There are calculators online that you can use to determine how much fertilizer to put down too. If you need .5lbs of N you can punch that into the calculator along with the N-P-K value of whatever fertilizer you are using. Add in the size of your lawn and it will tell you how many pounds of fertilizer it will take to reach your target amount of nitrogen (.5lbs). You can do it for phosphorous and potassium as well. I'm sure there are easier or better ways. This just seems easier to me than trying to find the correct proportions in a single bag of fertilizer.
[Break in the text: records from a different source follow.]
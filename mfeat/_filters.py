"""Linear filters for descriptors: banks given as spectra, and undecimated wavelets."""

import math
from collections.abc import Callable, Iterator
from functools import lru_cache
from typing import NamedTuple

import numpy as np
import scipy.fft

#: Least number of pixels mirrored around a patch, so that its opposite borders do not meet.
MARGIN = 16

# What a wavelet's details are called, by the axes (rows, columns) that they were high-passed along.
DETAILS = ("columns", "rows", "both")


class Bank:
    """A bank of filters for patches of one shape.

    `build` gets row and column frequencies, in cycles a pixel, as two arrays that broadcast. It
    returns the filters' spectra (scales, filters, rows, columns). Patches are continued by
    reflection.
    """

    def __init__(self, shape: tuple[int, int], build: Callable[..., np.ndarray]):
        padded = [_padded_side(side) for side in shape]
        self._pads = [((long - side) // 2,) * 2 for long, side in zip(padded, shape, strict=True)]
        self._inner = tuple(
            slice(pad[0], pad[0] + side) for pad, side in zip(self._pads, shape, strict=True)
        )
        rows, cols = (scipy.fft.fftfreq(n) for n in padded)
        self._spectra = build(rows[:, None], cols[None, :]).astype(np.complex64)
        # there plus and minus are one frequency, so an oriented filter has no value
        self._spectra[:, :, rows == -0.5, :] = 0
        self._spectra[:, :, :, cols == -0.5] = 0

    def responses(self, patch: np.ndarray) -> Iterator[np.ndarray]:
        """Yield the complex64 responses (filters, h, w) of each scale to a float32 patch."""
        spectrum = scipy.fft.fft2(np.pad(patch, self._pads, mode="symmetric"))
        for spectra in self._spectra:  # one scale at a time stays in the processor's cache
            found = scipy.fft.ifft2(spectra * spectrum, overwrite_x=True)
            yield found[:, self._inner[0], self._inner[1]]


def _padded_side(side: int) -> int:
    """Return the next length that is fast to transform and leaves equal margins."""
    length = side + 2 * MARGIN
    while scipy.fft.next_fast_len(length) != length:
        length += 2
    return length


def _turned(rows: np.ndarray, cols: np.ndarray, angle: float) -> tuple[np.ndarray, np.ndarray]:
    """Return frequencies along and across a direction, turned against the clock from the rows'."""
    along = cols * math.cos(angle) - rows * math.sin(angle)
    return along, cols * math.sin(angle) + rows * math.cos(angle)


def gabor_spectra(
    rows: np.ndarray, cols: np.ndarray, frequencies: tuple[float, ...], orientations: int
) -> np.ndarray:
    """Return Gabor filters (frequencies, orientations, rows, columns).

    Gaussians about (f, angle) whose half-peak contours span one octave along the direction and
    touch those of the neighbouring orientations, as Manjunath and Ma (1996) lay them. Only the half
    plane of the filter's direction is kept and doubled: the responses are analytic, no mean gets
    through, and a sinusoid of amplitude 1 at (f, angle) has magnitude 1 everywhere.
    """
    half_peak = math.sqrt(2 * math.log(2))  # half width at half peak, in standard deviations
    spectra = []
    for frequency in frequencies:
        along_width = frequency / 3 / half_peak  # from 2/3 to 4/3 of the frequency: an octave
        across_width = frequency * math.tan(math.pi / (2 * orientations)) / half_peak
        for k in range(orientations):
            along, across = _turned(rows, cols, math.pi * k / orientations)
            exponent = ((along - frequency) / along_width) ** 2 + (across / across_width) ** 2
            # a direction's own border belongs to neither half
            spectra.append(np.where(along > 1e-9, 2 * np.exp(-exponent / 2), 0))
    return np.array(spectra).reshape(len(frequencies), orientations, *spectra[0].shape)


def derivative_spectra(
    rows: np.ndarray,
    cols: np.ndarray,
    scales: tuple[float, ...],
    orientations: int,
    elongation: float,
) -> np.ndarray:
    """Return pairs of Gaussian derivatives (scales, orientations + 1, rows, columns).

    A pair is one complex filter: its response to a real image has that of the first filter as real
    and that of the second as imaginary part, for the price of one. The pairs are edge and bar at
    each orientation, then smoothing and blob.

    Edges and bars are first and second derivatives of a Gaussian across its long axis, which is
    `elongation` times the short one, the scale; a blob is the Laplacian of the round Gaussian. The
    shapes are those of the maximum response filters (Varma and Zisserman 2005); the factor that
    makes scales comparable, scale to the order of the derivative, is Lindeberg's (1998).
    """
    spectra = []
    for scale in scales:
        for k in range(orientations):
            along, across = _turned(rows, cols, math.pi * k / orientations)
            decay = along**2 + (elongation * across) ** 2
            gaussian = np.exp(-2 * (math.pi * scale) ** 2 * decay)
            slope = 2j * math.pi * scale * along
            spectra.append((slope + 1j * slope**2) * gaussian)
        square = (2 * math.pi * scale) ** 2 * (rows**2 + cols**2)
        spectra.append((1 - 1j * square) * np.exp(-square / 2))
    return np.array(spectra).reshape(len(scales), orientations + 1, *spectra[0].shape)


def over_orientations(table: np.ndarray, rotation: str) -> np.ndarray:
    """Return what is kept of values (..., orientations).

    "kept": all of them. "harmonics": moduli of their Fourier coefficients over the orientations,
    divided by the number of orientations; the first is the mean. A turn by whole steps shifts the
    orientations, which changes no modulus.
    """
    if rotation == "kept":
        return table
    return np.abs(scipy.fft.rfft(table, axis=-1)) / table.shape[-1]


def orientation_names(orientations: int, rotation: str) -> list[str]:
    """Return the names of what `over_orientations` keeps."""
    if rotation == "kept":
        return [f"angle_{round(180 * k / orientations):03d}" for k in range(orientations)]
    return [f"harmonic_{k:02d}" for k in range(orientations // 2 + 1)]


@lru_cache
def daubechies(vanishing: int) -> np.ndarray:
    """Return the low-pass filter of Daubechies' wavelet: 2 `vanishing` taps of sum sqrt(2).

    Her construction (Daubechies 1988): the squared modulus of the transfer function is
    cos(w/2)^2p P(sin(w/2)^2) with P(y) = sum over k < p of C(p - 1 + k, k) y^k; of each pair of
    roots z, 1/z the one inside the unit circle is taken. `vanishing` = 1 is Haar's wavelet.
    """
    polynomial = [math.comb(vanishing - 1 + k, k) for k in range(vanishing)]
    roots = [-1.0] * vanishing
    for y in np.roots(polynomial[::-1]):
        # y = sin(w/2)^2 = (2 - z - 1/z) / 4
        roots += [z for z in np.roots([1, 4 * y - 2, 1]) if abs(z) < 1]
    taps = np.poly(roots).real
    return taps * math.sqrt(2) / taps.sum()


class Level(NamedTuple):
    """One level of an undecimated wavelet transform: three details in the order of `DETAILS`."""

    details: tuple[np.ndarray, np.ndarray, np.ndarray]
    smooth: np.ndarray


def wavelet_reach(vanishing: int, levels: int) -> int:
    """Return the side of the square of pixels that a number of the last level depends on."""
    return (2 * vanishing - 1) * (2**levels - 1) + 1


def undecimated(pixels: np.ndarray, vanishing: int, levels: int) -> list[Level]:
    """Return the undecimated wavelet transform of images (n, h, w), fine to coarse.

    Holes in the filters take the place of decimation (à trous; Shensa 1992). Nothing is invented
    beyond the border, so each level is smaller than the one before. Filters are divided by sqrt(2):
    over a period of a periodic image, the energies of all details and of the last smooth image sum
    up to that of the image.
    """
    low = daubechies(vanishing) / math.sqrt(2)
    high = low[::-1] * (-1.0) ** np.arange(len(low))
    done: list[Level] = []
    smooth = pixels
    for level in range(levels):
        rows_low, rows_high = (_filtered(smooth, taps, 2**level, 1) for taps in (low, high))
        smooth, across = (_filtered(rows_low, taps, 2**level, 2) for taps in (low, high))
        down, both = (_filtered(rows_high, taps, 2**level, 2) for taps in (low, high))
        done.append(Level((across, down, both), smooth))
    return done


def _filtered(images: np.ndarray, taps: np.ndarray, step: int, axis: int) -> np.ndarray:
    """Return correlations with taps `step` pixels apart, where all taps are inside."""
    length = images.shape[axis] - (len(taps) - 1) * step
    images = np.moveaxis(images, axis, 0)
    found = sum(tap * images[k * step : k * step + length] for k, tap in enumerate(taps))
    return np.moveaxis(found, 0, axis)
https://turf.purdue.edu/fertilizer-calculator/


----------



## uptickk (Mar 26, 2019)

Thank you daniel3507 and g-man for the quick responses!

I was having issues finding the right concentration of nitrogen and so went with a mixed approach of 29-0-4 with 50% slow release. I will address the low phosphorus separately. The calculator makes the math easy!

Thanks again daniel3507 and g-man!


----------



## Methodical (May 3, 2018)

Curious. Which company did the test and did not address how to adjust PH levels?


----------



## uptickk (Mar 26, 2019)

It was the UT (Tennessee) Extension Institute of Agriculture. I need to follow up as they never replied to my initial message.


----------